I haven't tried that but that has to be the idea. Your live tv content and liked shows integrated with your Hulu, Apple TV, Netflix type content. Sports teams you like in the stream service for example have to show up in the My Shows...for examle.


----------



## dswallow (Dec 3, 2000)

I don't think I'd hold my breath for an improvement. Return them. TiVo has a reputation, well deserved, for over-promising and under-delivering.


----------



## mikepinz (Nov 26, 2006)

they literally show it working on YouTube videos. I will give it another week and see what happens


----------



## Dan203 (Apr 17, 2000)

mikepinz said:


> they literally show it working on YouTube videos. I will give it another week and see what happens


Can you post a link to one of those videos? I also expected it to work like you describe, but thought I just had false expectations. If there are videos showing it working like that then I'll have more hope.


----------



## schatham (Mar 17, 2007)

mikepinz said:


> So I ordered two new Stream 4K's the day they we offered and have been playing with them for about a week. Prior to ordering them, I watched YouTube videos to see what to expect. The videos were very clear to me that most all your *content would be available under "my shows"* but it is not. the image for the show will appear, but if you go to view it, it only gives you the option to watch on Netflix, Hulu or Disney+ (if available) or to pay to watch on Amazon or Google. Not any SLING content. The WHOLE POINT of this device was to put the live SLING content and recorded SLING content in the same list with all the other shows you watch.
> Also, the "Guide" button is designed to bring up your SLING channels, not that awful Tivo+ content.
> I have a case number with support. They acknowledged the issue but they have not gotten back to me and it is still not working correctly. I also have no idea how to force an update to see if it is fixed. This flaw basically renders this just another device to view online content such as Amazon Firestick, ChromeCast or Apple TV. I had these already. I hope they get it fixed quick, or both units will go back into their boxes for a refund :-(


Make sure Sling is linked to Tivo. My shows are what you add. For Sling to show in my shows you need to either record them or set as favorites. Favorites need to be added from the Tivo app. Recordings will show no matter the source added from.

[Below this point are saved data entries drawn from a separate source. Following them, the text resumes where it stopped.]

// Checking a sign-in, with rate limiting of failures per account and per client address.
//
// Limits (common practice, no single source): within a 15-minute window, 5 failures for one account or 20
// from one address stop further tries for that account or from that address until the oldest counted
// failure leaves the window. Each limit is scoped: other accounts and other addresses carry on, so one
// attacker cannot shut everybody out. A successful sign-in clears the account's count. Refused tries are
// not recorded, so waiting out the window always works.
import { db } from '@/lib/db';
import type { Role } from '@/lib/roles';
import { verifyPassword } from '@/lib/auth/passwords';
import { findUserByEmail } from '@/lib/people';

export const SIGN_IN_LIMITS = {
  windowMinutes: 15,
  failuresPerAccount: 5,
  failuresPerAddress: 20,
} as const;

export interface SignedInUser {
  id: string;
  email: string;
  name: string;
  role: Role;
}

export type SignInFailure = 'invalid_credentials' | 'deactivated' | 'rate_limited_account' | 'rate_limited_address';

export type SignInResult = { ok: true; user: SignedInUser } | { ok: false; reason: SignInFailure; message: string };

export interface SignInAttempt {
  email: string;
  password: string;
  address: string;
  now?: Date; // for tests of the window; the database clock is not used so the two cannot disagree
}

const minutes = (n: number) => n * 60_000;

async function countedFailures(
  column: 'email' | 'address',
  value: string,
  since: Date,
): Promise<{ count: number; oldest: Date | null }> {
  const knex = db();
  let sinceForKey = since;
  if (column === 'email') {
    const lastSuccess = await knex('sign_in_attempts')
      .where({ email: value, succeeded: true })
      .andWhere('at', '>=', since)
      .max<{ max: Date | null }>('at as max')
      .first();
    if (lastSuccess?.max && lastSuccess.max > sinceForKey) sinceForKey = lastSuccess.max;
  }
  const row = await knex('sign_in_attempts')
    .where({ [column]: value, succeeded: false })
    .andWhere('at', '>', sinceForKey)
    .first<{ count: number; oldest: Date | null }>(knex.raw('count(*)::int AS count'), knex.raw('min(at) AS oldest'));
  return { count: row?.count ?? 0, oldest: row?.oldest ?? null };
}

function waitMessage(oldest: Date | null, now: Date): string {
  const until = oldest ? oldest.getTime() + minutes(SIGN_IN_LIMITS.windowMinutes) : now.getTime();
  const wait = Math.max(1, Math.ceil((until - now.getTime()) / 60_000));
  return `Try again in ${wait} minute${wait === 1 ? '' : 's'}`;
}

export async function checkSignIn(attempt: SignInAttempt): Promise<SignInResult> {
  const now = attempt.now ?? new Date();
  const email = attempt.email.trim().toLowerCase();
  const address = attempt.address || 'unknown';
  const windowStart = new Date(now.getTime() - minutes(SIGN_IN_LIMITS.windowMinutes));

  const byAccount = await countedFailures('email', email, windowStart);
  if (byAccount.count >= SIGN_IN_LIMITS.failuresPerAccount) {
    return {
      ok: false,
      reason: 'rate_limited_account',
      message: `Too many failed sign-ins for this account. ${waitMessage(byAccount.oldest, now)}, or ask an admin to send you a password reset link.`,
    };
  }
  const byAddress = await countedFailures('address', address, windowStart);
  if (byAddress.count >= SIGN_IN_LIMITS.failuresPerAddress) {
    return {
      ok: false,
      reason: 'rate_limited_address',
      message: `Too many failed sign-ins from your network address. ${waitMessage(byAddress.oldest, now)}.`,
    };
  }

  const user = await findUserByEmail(email);
  const passwordOk = await verifyPassword(attempt.password, user?.password_hash ?? null);
  await db()('sign_in_attempts').insert({ email, address, succeeded: passwordOk, at: now });
  if (!user || !passwordOk) {
    return { ok: false, reason: 'invalid_credentials', message: 'Wrong e-mail or password.' };
  }
  if (!user.active) {
    return {
      ok: false,
      reason: 'deactivated',
      message: 'This account has been deactivated. Ask an admin of your Modeshelf to reactivate it.',
    };
  }
  await db()('users').where({ id: user.id }).update({ last_signed_in_at: now });
  return { ok: true, user: { id: user.id, email: user.email, name: user.name, role: user.role } };
}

Same goes for HBO, you set a favorite and it will be in my shows. I don't have Hulu or Netflix but I think it's the same for them.

If linked they will have them on the home page mixed in with others.

*"Also, the "Guide" button is designed to bring up your SLING channels," *
It does bring up the Sling guide, unless your not linked properly. Tivo channels are at the end of sling channels, just stop scrolling at that point.


----------



## mikepinz (Nov 26, 2006)

I set shows as favorites. I logged into sling on the device. The other services all seem to work correctly by just logging in. How exactly do you make sure it's linked properly? Tivo customer support sure didn't have any answers.


----------



## mikepinz (Nov 26, 2006)

Dan203 said:


> Can you post a link to one of those videos? I also expected it to work like you describe, but thought I just had false expectations. If there are videos showing it working like that then I'll have more hope.


----------



## Dan203 (Apr 17, 2000)

Oh mine did work that way. I thought you meant showing the recordings in My Shows. That doesn’t work, but the live guide did. (I use past tense because I canceled Sling)


----------



## TonyTheTiger (Dec 22, 2006)

Did you previously have Sling channels in the Stream guide?

If not, log in to your tivo.com account and check that your Sling account is linked?
If so, log in to your tivo.com account and try re-linking your Sling account?


----------



## dcstager (Feb 16, 2002)

The main problem is the general lack of the familiar, easy Tivo interface. That's what I was hoping for when I bought the device. However, it's just a modified Google Chromecast dongle with a basic guide and search capability and of course a dedicated remote control with some Google Assistant voice commands.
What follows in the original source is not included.